I'm not really convinced that these sort of routes really do much to increase modal share. The typical user type seems to be parent + kids on a weekend pootle, whereas the big growth in recent years has been the commuter/mamil types, who realistically are going to be riding on the road for the most part.


----------



## mjr (3 Dec 2015)

the snail said:


> Can't answer your question, but I suspect the answer is few or none. Councils are generally unwilling to go to court if they can help it because of the cost/time involved.


And yet, they'll do it for motorists. There's a thread elsewhere on here grumbling justifiably about the diversion of almost £1m of cycling grant in Norwich to repave an area for pedestrians and remove a roundabout for buses, yet the local councils there have spent £10m on the northern bypass before any building work has started.



> Also a lot of off-road routes rely on landowners consent, which would probably be difficult to obtain if they think that it will lead to a compulsory purchase order if they change their mind later.It is annoying though, one of my favourite rides was the beautiful 3 miles or so to Lacock for a pint, now a no through route since a new landowner withdrew consent for the last 100 metres.


I don't follow the logic in that - surely it would be easier to get landowner consent if there's a realistic prospect of a creation order and lower financial settlement from a land tribunal?

I share your pain on the loss of a permissive route. A stone road near me closed last autumn as a landowner withdrew permission, lengthening my route to the next town east by a mile. At least it's still possible without cycling on a rural A road, thanks to an existing gravelled bridleway.



> I'm not really convinced that these sort of routes really do much to increase modal share. The typical user type seems to be parent + kids on a weekend pootle, whereas the big growth in recent years has been the commuter/mamil types, who realistically are going to be riding on the road for the most part.

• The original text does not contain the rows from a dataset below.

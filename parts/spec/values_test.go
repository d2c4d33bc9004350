package spec

import (
	"errors"
	"reflect"
	"strings"
	"testing"
	"unicode/utf8"
)

// withKey returns base with the dotted key set to the TOML value v (added
// or replaced) and the line it is on.
func withKey(key, v string) (string, int) {
	table, name := "", key
	if i := strings.LastIndex(key, "."); i >= 0 {
		table, name = key[:i], key[i+1:]
	}
	lines := strings.Split(base, "\n")
	header := -1
	for i, l := range lines {
		if l == "["+table+"]" {
			header = i
		}
		if strings.HasPrefix(l, name+" = ") && (table == "" && header < 0 || table != "" && header >= 0 && header == lastHeader(lines[:i])) {
			lines[i] = name + " = " + v
			return strings.Join(lines, "\n"), i + 1
		}
	}
	switch {
	case table == "":
		lines = append([]string{name + " = " + v}, lines...)
		return strings.Join(lines, "\n"), 1
	case header >= 0:
		lines = append(lines[:header+1], append([]string{name + " = " + v}, lines[header+1:]...)...)
		return strings.Join(lines, "\n"), header + 2
	}
	return base + "\n[" + table + "]\n" + name + " = " + v + "\n", len(lines) + 2
}

// lastHeader returns the index of the last table header in lines, or -1.
func lastHeader(lines []string) int {
	for i := len(lines) - 1; i >= 0; i-- {
		if strings.HasPrefix(lines[i], "[") {
			return i
		}
	}
	return -1
}

// floatKeys lists every dotted spec key that holds a number with a fraction.
func floatKeys() []string {
	var keys []string
	var walk func(t reflect.Type, prefix string)
	walk = func(t reflect.Type, prefix string) {
		for i := range t.NumField() {
			f := t.Field(i)
			name := tomlName(f)
			if name == "" || name == "-" || !f.IsExported() {
				continue
			}
			ft := f.Type
			if ft.Kind() == reflect.Pointer {
				ft = ft.Elem()
			}
			switch ft.Kind() {
			case reflect.Struct:
				walk(ft, prefix+name+".")
			case reflect.Float64:
				keys = append(keys, prefix+name)
			}
		}
	}
	walk(reflect.TypeOf(Spec{}), "")
	return keys
}

// findError returns the problem reported for key, or nil.
func findError(err error, key string) *SpecError {
	var es SpecErrors
	if !errors.As(err, &es) {
		return nil
	}
	for _, e := range es {
		if e.Key == key {
			return e
		}
	}
	return nil
}

func TestNonFiniteNumbersAreRefusedForEveryKey(t *testing.T) {
	keys := floatKeys()
	if len(keys) < 60 {
		t.Fatalf("found only %d number keys", len(keys))
	}
	for _, key := range keys {
		for _, v := range []string{"nan", "inf", "-inf", "+nan"} {
			src, line := withKey(key, v)
			_, err := ParseSpec([]byte(src))
			e := findError(err, key)
			if e == nil || e.Line != line || !strings.Contains(e.Problem, "finite") {
				t.Errorf("%s = %s (line %d): got %v", key, v, line, err)
			}
			var es SpecErrors
			if errors.As(err, &es) && len(es) != 1 {
				t.Errorf("%s = %s: %d problems reported, want only the non-finite one: %v", key, v, len(es), err)
			}
		}
	}
}

func TestKeysAreCaseSensitive(t *testing.T) {
	for _, tc := range []struct {
		name, add, key, fix string
		line                int
	}{
		{"wrong case after the right key", "[coil]\nturns = 5.0\nTurns = 12.0", "coil.Turns", "write turns", 0},
		{"wrong case of a table", "[Coax]\nlength_mm = 80.0", "Coax", "write coax", 0},
		{"wrong case at the top", "Quantity = 3", "Quantity", "write quantity", 0},
		{"misspelt", "[wire]\ndiameter_mn = 1.6", "wire.diameter_mn", "did you mean wire.diameter_mm", 0},
		{"inline table", "dowel = { Material = \"ptfe\" }", "dowel.Material", "write material", 0},
	} {
		t.Run(tc.name, func(t *testing.T) {
			src := base
			if strings.HasPrefix(tc.add, "[coil]") {
				src = strings.Replace(base, "turns = 5.0", "turns = 5.0\nTurns = 12.0", 1)
			} else if strings.HasPrefix(tc.add, "[") {
				src = base + "\n" + tc.add + "\n"
			} else if strings.HasPrefix(tc.add, "dowel") {
				src = strings.Replace(base, "quantity = 2", "quantity = 2\n"+tc.add, 1)
			} else {
				src = tc.add + "\n" + base
			}
			if strings.HasPrefix(tc.add, "[wire]") {
				src = strings.Replace(base, "diameter_mm = 1.6", "diameter_mn = 1.6", 1)
			}
			_, err := ParseSpec([]byte(src))
			e := findError(err, tc.key)
			if e == nil || !strings.Contains(e.Fix, tc.fix) || e.Line == 0 {
				t.Errorf("got %v, want %s refused with fix %q", err, tc.key, tc.fix)
			}
		})
	}
}

func TestTextValues(t *testing.T) {
	t.Run("control characters", func(t *testing.T) {
		for _, v := range []string{`"Kit\u0007Bell"`, `"Kit\u001b[2J"`, `"Kit\u202eevil"`, `"Kit\uffff"`} {
			src := strings.Replace(base, `kit = "Test Kit"`, "kit = "+v, 1)
			e := findError(parseErr(src), "kit")
			if e == nil || e.Line != 1 || !strings.Contains(e.Problem, "printable") {
				t.Errorf("kit = %s: got %v", v, e)
			}
		}
		src := strings.Replace(base, `material = "copper-annealed"`, `material = "copper-annealed\u0000"`, 1)
		if e := findError(parseErr(src), "wire.material"); e == nil {
			t.Error("a control character in wire.material was accepted")
		}
	})
	t.Run("length in characters", func(t *testing.T) {
		// 80 two-byte characters: 160 bytes, within the 80-character limit.
		kit := strings.Repeat("é", 80)
		if _, err := ParseSpec([]byte(strings.Replace(base, `"Test Kit"`, `"`+kit+`"`, 1))); err != nil {
			t.Errorf("an 80-character kit name was refused: %v", err)
		}
		e := findError(parseErr(strings.Replace(base, `"Test Kit"`, `"`+kit+`é"`, 1)), "kit")
		if e == nil || !strings.Contains(e.Problem, "80 characters") {
			t.Errorf("an 81-character kit name: %v", e)
		}
	})
	t.Run("long values are cut in messages", func(t *testing.T) {
		kit := strings.Repeat("x", 1<<20)
		e := findError(parseErr(strings.Replace(base, `"Test Kit"`, `"`+kit+`"`, 1)), "kit")
		if e == nil || utf8.RuneCountInString(e.Value) != maxEchoRunes+1 || !strings.HasSuffix(e.Value, "…") {
			t.Fatalf("value echoed as %d characters", utf8.RuneCountInString(e.Value))
		}
		if len(e.Error()) > 400 {
			t.Errorf("message is %d bytes", len(e.Error()))
		}
	})
}

// parseErr returns only the error of ParseSpec(src).
func parseErr(src string) error {
	_, err := ParseSpec([]byte(src))
	return err
}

Sure, these cycle tracks should be built as effectively mini-roads safe for 20mph cycling, so that they're useful for as a transport link.


----------



## classic33 (8 Dec 2015)

It's one reason I posted this The Great Western Greenway, the law is on the landowners side over there, Ireland, so when such a scheme is carried out I tried to make it known.
We are fairly lucky in this country,at the moment, when it comes to accessing the countryside


----------



## Drago (8 Dec 2015)

What's the financial benefit to the nation compared to a motorway? While morally I'm with you in reality the bar for compulsory purchase needs to be set high or everything will end up being forcibly bought to meet the whim of every user group, hobby group or self styled militant minority.


----------



## Saluki (9 Dec 2015)

There a a few cycleways here - off road ones - where the farmer has a locked gate across with big signs saying 'private, keep out' on them. The cyclepath is clearly marked on googlemaps, I'm told it's marked on an OS but have not looked for myself as yet. We climb over and carry on along the cycleway. If the farmer starts yelling, we show them that the route is on our Garmins. We are polite and point out that we are doing no damage and only following an official cycleway. Not been chucked off the land yet.
Some farmers are just numpties and like to block footpaths, bridleways and cycleways for the hell of it. There are numpties in every profession.


----------



## mjr (9 Dec 2015)

Drago said:


> What's the financial benefit to the nation compared to a motorway? While morally I'm with you in reality the bar for compulsory purchase needs to be set high or everything will end up being forcibly bought to meet the whim of every user group, hobby group or self styled militant minority.


A cycleway

 is relatively cheap to construct (£320k/mile for the highest-spec we've built so far and that was in an urban area - rural sections have fewer junctions, signals and others obstacles, so would usually be cheaper), 
 enables physical activity which improves public health and saves the NHS money in the long run, and
 usually removes single-occupancy light vehicles from other congested routes (the single-carriageway A10 in this case) which frees capacity for commercial traffic,
 enables people to travel on cycles which are cheaper than cars, on average, so enabling more money to be spent in local economies instead of sent away to mostly foreign-owned oil companies
 are relatively cheap to maintain well (not that we even do a realistic minimum just now).
whereas a motorway

 is very expensive to build (on average £30m/mile, according to the Highways Agency)
 enables pollution which harms public health and costs the NHS money, 
 often severs communities either side of the motorway, 
 has higher vehicle operating costs than general roads and 
 has higher ongoing maintenance costs for the nation.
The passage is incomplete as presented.